Heartbeats API Integration

1. Prerequisites

  • Run ranks using ft_launcher. The command line is mostly compatible with torchrun.

  • Pass the FT config to the ft_launcher.

Note

Some clusters (e.g., SLURM) use SIGTERM as a default method of requesting a graceful workload shutdown. It is recommended to implement appropriate signal handling in a fault-tolerant workload. To avoid deadlocks and other unintended side effects, signal handling should be synchronized across all ranks.

2. FT configuration

Timeouts for fault detection need to be adjusted for each workload:
  • initial_rank_heartbeat_timeout should be long enough to allow for workload initialization.

  • rank_heartbeat_timeout should be at least as long as the longest possible interval between steps.
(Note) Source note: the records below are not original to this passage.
import pytest
from hypothesis import given, settings
from hypothesis import strategies as st

from instruments.workbook.heading_words import heading_words
from instruments.workbook.headings import match_sheet
from instruments.workbook.sheet import Sheet
from tests.instruments.workbook.sheets import BY_NAME, KINDS, columns_of, matched, sheet

# A heading beside "Tag No.", the cells below it, and the field they are read into.
ONE_COLUMN = [
    # text that says itself
    ("Service Description", "Feed pressure;Feed temperature", "service"),
    ("SERVICE", "Feed pressure;Feed temperature", "service"),
    ("Desc.", "Feed pressure;Feed temperature", "service"),
    ("Benennung", "Zulaufdruck;Zulauftemperatur", "service"),
    ("Equip. No.", "V-101;V-102", "equipment"),
    ("Plant Item", "CLR-1;CLR-2", "equipment"),
    ("Line No.", '6"-P-1001;6"-P-1002', "line"),
    ("P & ID", "D-12-01;D-12-02", "pid"),
    ("P&I.D. No", "D-12-01;D-12-02", "pid"),
    ("R&I Nr.", "RI-1;RI-2", "pid"),
    ("Mfr.", "Kestrix;Ardwell", "maker"),
    ("Manufacturer", "Kestrix;Ardwell", "maker"),
    ("Hersteller", "Kestrix;Ardwell", "maker"),
    ("Typ", "P-30;TT-4", "model"),
    ("Rev.", "A;B", "revision"),
    ("SafetyNotes", "Trips the pump;Trips the pump", "remarks"),
    ("JB No.", "JB-101;JB-102", "junction_box"),
    ("Klemmenkasten", "KK1;KK2", "junction_box"),
    ("PLC Address", "R1.S03.C00;R1.S03.C01", "io_address"),
    ("Zündschutzart", "Ex ia IIC T4;Ex d IIB T6", "ex_marking"),
    # what the contents decide
    ("Type", "Pressure transmitter;Gauge", "kind"),
    ("Type", "AI;DI", "io_type"),
    ("Type", "Analog Input;Digital Output", "io_type"),
    ("Type", "MF-300;P-30", "model"),
    ("Signal", "4-20mA HART;dry contact", "signal"),
    ("Signal", "AI;DO", "io_type"),
    ("Signal Type", "AI;DO", "io_type"),
    ("Set Point High", "8;9", "setting_h"),
    ("Low Alarm Setting", "8;9", "setting_l"),
    ("Limit value HH", "8;9", "setting_hh"),
    ("Manufacturer Name", "Kestrix;Ardwell", "maker"),
    ("Désignation / Service", "Pression;Niveau", "service"),
    ("Position de sécurité / Fail position", "Ouverte;Fermée", "failure_position"),
    ("Haz. Cert.", "Ex ia IIC T4 Ga;Ex d IIB T6", "ex_marking"),
    ("Haz. Cert.", "BVX 15 ATEX 1012X;IECEx BVX 16.0001", "certificate"),
    ("Certificate No.", "BVX 15 ATEX 1012X;BVX 15 ATEX 1013X", "certificate"),
    ("Typ", "AI;DO", "io_type"),
    ("Kommentar", "Druck Zulauf;Temperatur Zulauf", "service"),
    ("Alarm settings", "H=8 HH=9 barg;L=2", "settings"),
    ("Location", "Field;Control room", "location"),
    ("Location", "Filter gallery;Sample room 1", "place"),
    ("Unit", "10;20", "unit"),
    ("Hazardous Area", "Zone 1 IIB T3;Zone 2 IIB T3", "area_classification"),
    ("Hazardous Area", "Z1-A;Z2-B", "area"),
    ("Class", "Cl I Div 2 Gr D;Cl I Div 1 Gr D", "area_classification"),
    ("Class", "Transmitter;Gauge", "kind"),
    ("Item", "V-101;V-102", "equipment"),
    ("Set point", "440 psig;450 psig", "set_pressure"),
    ("Alarm H", "400;850", "setting_h"),
    ("Hi Hi", "425;900", "setting_hh"),
    ("LO-LO", "425;900", "setting_ll"),
    ("HART", "Y;N", "hart"),
    ("Wires", "2-wire;4-wire", "wires"),
    ("Fail Pos.", "FC;FO", "failure_position"),
    ("Air fail", "shut;stays", "failure_position"),
    ("Air fail", "shuts;opens", "failure_position"),
    ("Transmission", "3-15 lb.;mV", "signal"),
    ("Position", "Still house;Tar yard", "place"),
    ("Sich.-Stellung", "auf;zu", "failure_position"),
    ("Device Type", "Pressure transmitter;Temperature transmitter", "kind"),
    ("Device Type", "P-30;TT-4", "device_type"),
    ("Schaltpunkt", "4 bar;60 °C", "trip"),
    ("Electrical", "4-20 mA;Pt100", "signal"),
    ("R+I Blatt", "RI-1;RI-2", "pid"),
    ("Service Fluid", "Steam;Water", "fluid"),
    ("Haz.", "Zone 2 IIB T3;safe", "area_classification"),
    ("Zone / Group / Temp. class", "1 / IIC / T4;2 / IIB / T3", "area_classification"),
    ("Ex protection / certificate", "Ex ia IIC T4 Ga, EKX 12 ATEX 1001X;Ex db IIC T4 Gb, EKX 13 ATEX 2", "ex_marking"),
    ("Spring position", "closes;opens", "failure_position"),
    ("SYS", "DCS;ESD", "system"),
    ("BMK", "P101.M01;B101.L01", "equipment"),
    ("Signal", "Feed pressure;Reactor temperature", "service"),
    ("Signal", "4-20 mA;24 VDC", "signal"),
    ("Signal", "3-15 lb.;see note", "signal"),
    ("Elec. Class.", "Cl I Div 2 Gr D;GP", "area_classification"),
    ("Range & Units", "0-10 barg;0-100 °C", "range"),
    ("Fail mode", "FC;FO", "failure_position"),
    ("Fail mode", "High;Low", "failure_direction"),
    ("Line or Vessel", "V-101;V-102", "line"),
    ("Mtg. Loc.", "Field;Panel", "location"),
    ("Node/Slot/Pt", "1/2/3;1/2/4", "io_address"),
    ("S/D setpoint", "5;6", "trip"),
    ("0%", "0;5", "lrv"),
    ("EU High", "10;5", "urv"),
    ("Process Min. temp. °C", "5;10", "operating_temperature_min"),
    ("Des. press. barg", "16;10", "design_pressure"),
]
Importantly, heartbeats are not sent during checkpoint loading and saving, so the time for checkpoint-related operations should be taken into account.

Fixed timeout values can be used throughout the training runs, or timeouts can be calculated based on observed heartbeat intervals. null timeout values are interpreted as infinite timeouts. In such cases, values need to be calculated to make the FT usable.

Note

When –ft-param-initial_rank_heartbeat_timeout and –ft-param-rank_heartbeat_timeout are not provided in the command-line arguments, the launcher defaults to FT’s predefined values. These are not null/None; currently, the defaults are 60 minutes for –ft-param-initial_rank_heartbeat_timeout and 45 minutes for –ft-param-rank_heartbeat_timeout.

Configuration file example:

1fault_tolerance:
2    initial_rank_heartbeat_timeout: null
3    rank_heartbeat_timeout: null
4    log_level: "DEBUG"

A summary of all FT configuration items can be found in nvidia_resiliency_ext.fault_tolerance.config.FaultToleranceConfig

3. Integration with PyTorch workload code

  1. Initialize a RankMonitorClient instance on each rank with RankMonitorClient.init_workload_monitoring().

  2. (Optional) Restore the state of RankMonitorClient instances using RankMonitorClient.load_state_dict().

  3. Periodically send heartbeats from ranks using RankMonitorClient.send_heartbeat().

  4. (Optional) After a sufficient range of heartbeat intervals has been observed, call RankMonitorClient.calculate_and_set_hb_timeouts() to estimate timeouts.

  5. (Optional) Save the RankMonitorClient instance’s state_dict() to a file so that computed timeouts can be reused in the next run.

  6. Shut down RankMonitorClient instances using RankMonitorClient.shutdown_workload_monitoring().

Please refer to the Heartbeat API usage example with DDP for an implementation example.